WOOHOO! I'm very happy to hear that!


----------



## 14yearpcmaker (Mar 11, 2007)

ladycat said:


> WOOHOO! I'm very happy to hear that!


Me too!


----------



## primal1 (Aug 22, 2003)

Finally!!!


----------



## Kung (Jan 19, 2004)

Now watch 'em pick something not too many people use, like Slack.


----------



## tnhomestead (Jul 23, 2006)

itsa start


----------



## Gary in ohio (May 11, 2002)

Its nice if the linux dell is selling is the one you want. I also doubt the amount of support they will actually offer you. I know novell's SUSE linux support is pretty bad. YOu get nice kernel support but provided application is hit miss if they have any idea how it works.


----------



## Kung (Jan 19, 2004)

For my part, I hope they offer Ubuntu simply because the support - both professional and 'bulletinboard' is top notch.


----------



## designer (Aug 19, 2004)

I've heard good things about Linux but never tried it. I am not happy with windows but can you run normal software on linux?I've also thought of getting a Mac but haven't because of the same reason. What kind of programs can you use on linux?


----------



## 14yearpcmaker (Mar 11, 2007)

Linux is not compatable with ANY windows program.


----------



## pixelphotograph (Apr 8, 2007)

Dell had done that a few years back and now that Michael Dell is back so is linux

lenovo (ibm) also does well with different flavors of linux as well.


----------



## Andy Nonymous (Aug 20, 2005)

14yearpcmaker said:


> Linux is not compatable with ANY windows program.

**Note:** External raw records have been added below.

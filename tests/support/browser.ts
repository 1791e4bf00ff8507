import { mkdirSync } from 'node:fs';
import path from 'node:path';
import { chromium, type Browser, type Locator, type Page } from 'playwright-core';

const SHOTS = path.resolve(import.meta.dirname, '../../reports/screens');

/** Debian's Chromium, as root and without a display. */
export function launchBrowser(): Promise<Browser> {
  return chromium.launch({
    executablePath: process.env['CHROMIUM'] ?? '/usr/bin/chromium',
    args: [
      '--no-sandbox',
      '--disable-gpu',
      '--disable-quic',
      '--disable-background-networking',
      '--disable-component-update',
      '--disable-sync',
      '--no-first-run',
    ],
  });
}

export interface ScreenOptions {
  width?: number;
  height?: number;
  scheme?: 'light' | 'dark';
  locale?: string;
}

/** What the browser complained about: a page that works says nothing. */
export interface Watched {
  page: Page;
  faults: string[];
}

/** A browser of one person's own, with its own cookies. */
export async function newScreen(
  browser: Browser,
  base: string,
  { width = 390, height = 844, scheme = 'light', locale = 'en-US' }: ScreenOptions = {},
): Promise<Watched> {
  const context = await browser.newContext({
    baseURL: base,
    viewport: { width, height },
    colorScheme: scheme,
    locale,
    timezoneId: 'America/Chicago',
    reducedMotion: 'reduce',
    serviceWorkers: 'block',
  });
  const page = await context.newPage();
  page.setDefaultTimeout(20_000);
  const faults: string[] = [];
  page.on('pageerror', (error) => faults.push(String(error)));
  page.on('console', (message) => {
    if (message.type() === 'error' && !/Failed to load resource|WebSocket/.test(message.text())) {
      faults.push(message.text());
    }
  });
  return { page, faults };
}

export async function signInAs(page: Page, email: string, password: string): Promise<void> {
  await page.goto('/sign-in');
  await page.getByLabel(/^(E-mail|Correo)/).fill(email);
  await page.getByLabel(/^(Password|Contraseña)/).fill(password);
  await page.getByRole('button', { name: /^(Sign in|Entrar|Iniciar)/ }).click();
  await page.waitForURL((url) => !url.pathname.startsWith('/sign-in'));
}

/** Keeps a picture of the screen for whoever reads the reports. */
export async function keepPicture(page: Page, name: string): Promise<void> {
  mkdirSync(SHOTS, { recursive: true });
  await page.screenshot({ path: path.join(SHOTS, `${name}.png`) });
}

type Where = Page | Locator;

/** Types into the field of that label. */
export async function type(where: Where, label: string, value: string): Promise<void> {
  await where.getByLabel(label, { exact: true }).first().fill(value);
}

/** Chooses one answer that is in view. */
export async function pick(where: Where, label: string, option: string | RegExp): Promise<void> {
  const group = where.getByRole('radiogroup', { name: label, exact: true });
  await group.getByRole('radio', { name: option }).click();
}

/** Unfolds a list and chooses one answer of many. */
export async function select(where: Where, label: string, option: string | RegExp): Promise<void> {
  const start = new RegExp(`^${label.replace(/[.*+?^${}()|[\]\\]/g, '\\$&')}`);
  await where.getByRole('button', { name: start }).first().click();
  await pick(where, label, option);
}

/** Ticks one of several answers, or a line of a list. */
export async function tick(where: Where, option: string | RegExp): Promise<void> {
  const box = where.getByRole('checkbox', { name: option });
  if ((await box.getAttribute('aria-checked')) !== 'true') await box.click();
}

/** Draws two strokes as a finger would. */
export async function drawSignature(page: Page): Promise<void> {
  const pad = page.locator('canvas').first();
  await pad.scrollIntoViewIfNeeded();
  const box = await pad.boundingBox();
  if (box === null) throw new Error('The signature pad is not on the screen.');
  const at = (x: number, y: number) => [box.x + box.width * x, box.y + box.height * y] as const;
  for (const stroke of [
    [at(0.1, 0.5), at(0.25, 0.25), at(0.35, 0.6), at(0.45, 0.3)],
    [at(0.5, 0.5), at(0.6, 0.35), at(0.75, 0.55)],
  ]) {
    const [first, ...rest] = stroke;
    if (first === undefined) continue;
    await page.mouse.move(...first);
    await page.mouse.down();
    for (const point of rest) await page.mouse.move(...point, { steps: 4 });
    await page.mouse.up();
  }
}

Not true! I take it you have never heard of Wine, the wiindow emulator for X based OS's http://www.winehq.com/ And Wine is not the only Win Emulator, just the most popular.

About 4 years ago I had a copy of Corel Linux (Debian based) running on a desktop system, and liked it quite well. Windows couldn't "see" or access any part of the Linux partition, but Linux could access and read everything on the windows partion of the hard disk, read and write to WordPerfect .wpd / .rtf files previously done in WP for windows without problems, read and write text files, work with graphic files with Gimp, browse with Mozilla, etc, etc... 

Even if Linux didn't run any windows programs, exactly which windows programs have no equivilent in Linux (other than some games)? OpenOffice does nearly everything Word will do, with nearly identical menus as Word (and it's free / open source, and will work under Windows, or Linux, or Max OS11, or Sun Solaris). So do you really need windows? 

And even some games are ported to Linux these days. There are a couple geeks in the neighborhood who have Diablo, Neverwinter Knights, and Everquest hosted on Linux servers for their friends to log into and play. 

Linux: it's not just for geeks. :nerd: :angel:


----------



## 14yearpcmaker (Mar 11, 2007)

Andy Nonymous said:


> Not true! I take it you have never heard of Wine, the wiindow emulator for X based OS's http://www.winehq.com/ And Wine is not the only Win Emulator, just the most popular.
> 
> About 4 years ago I had a copy of Corel Linux (Debian based) running on a desktop system, and liked it quite well. Windows couldn't "see" or access any part of the Linux partition, but Linux could access and read everything on the windows partion of the hard disk, read and write to WordPerfect .wpd / .rtf files previously done in WP for windows without problems, read and write text files, work with graphic files with Gimp, browse with Mozilla, etc, etc...
> 
> ...


1.) you didn't have to come off so hateful
2.) where did I state that windows programs aren't compatable when using a *windows emulator*??

and yes, I have heard of WINE and other emulators, as I use WINE every once in a while.



Andy Nonymous said:


> Linux: it's not just for geeks


where did I state that It was ONLY for geeks, other than the title? And I only said, "attention all linux geeks who are looking to buy a new computer"...do you honestly think a 50 year old computer novice will go out and buy a Linux system? Windows is hard enough for a computer novice, let alone Linux.


----------



## Gary in ohio (May 11, 2002)

14yearpcmaker said:


> Linux is not compatable with ANY windows program.


Linux is an OS, programs run on OS's. So no native windows programs can run on linux. They can run UNDER linux using WINE or some of the other windows emulators.


----------



## 14yearpcmaker (Mar 11, 2007)

Gary in ohio said:


> Linux is an OS, programs run on OS's. So no native windows programs can run on linux. They can run UNDER linux using WINE or some of the other windows emulators.


Exactly my point


----------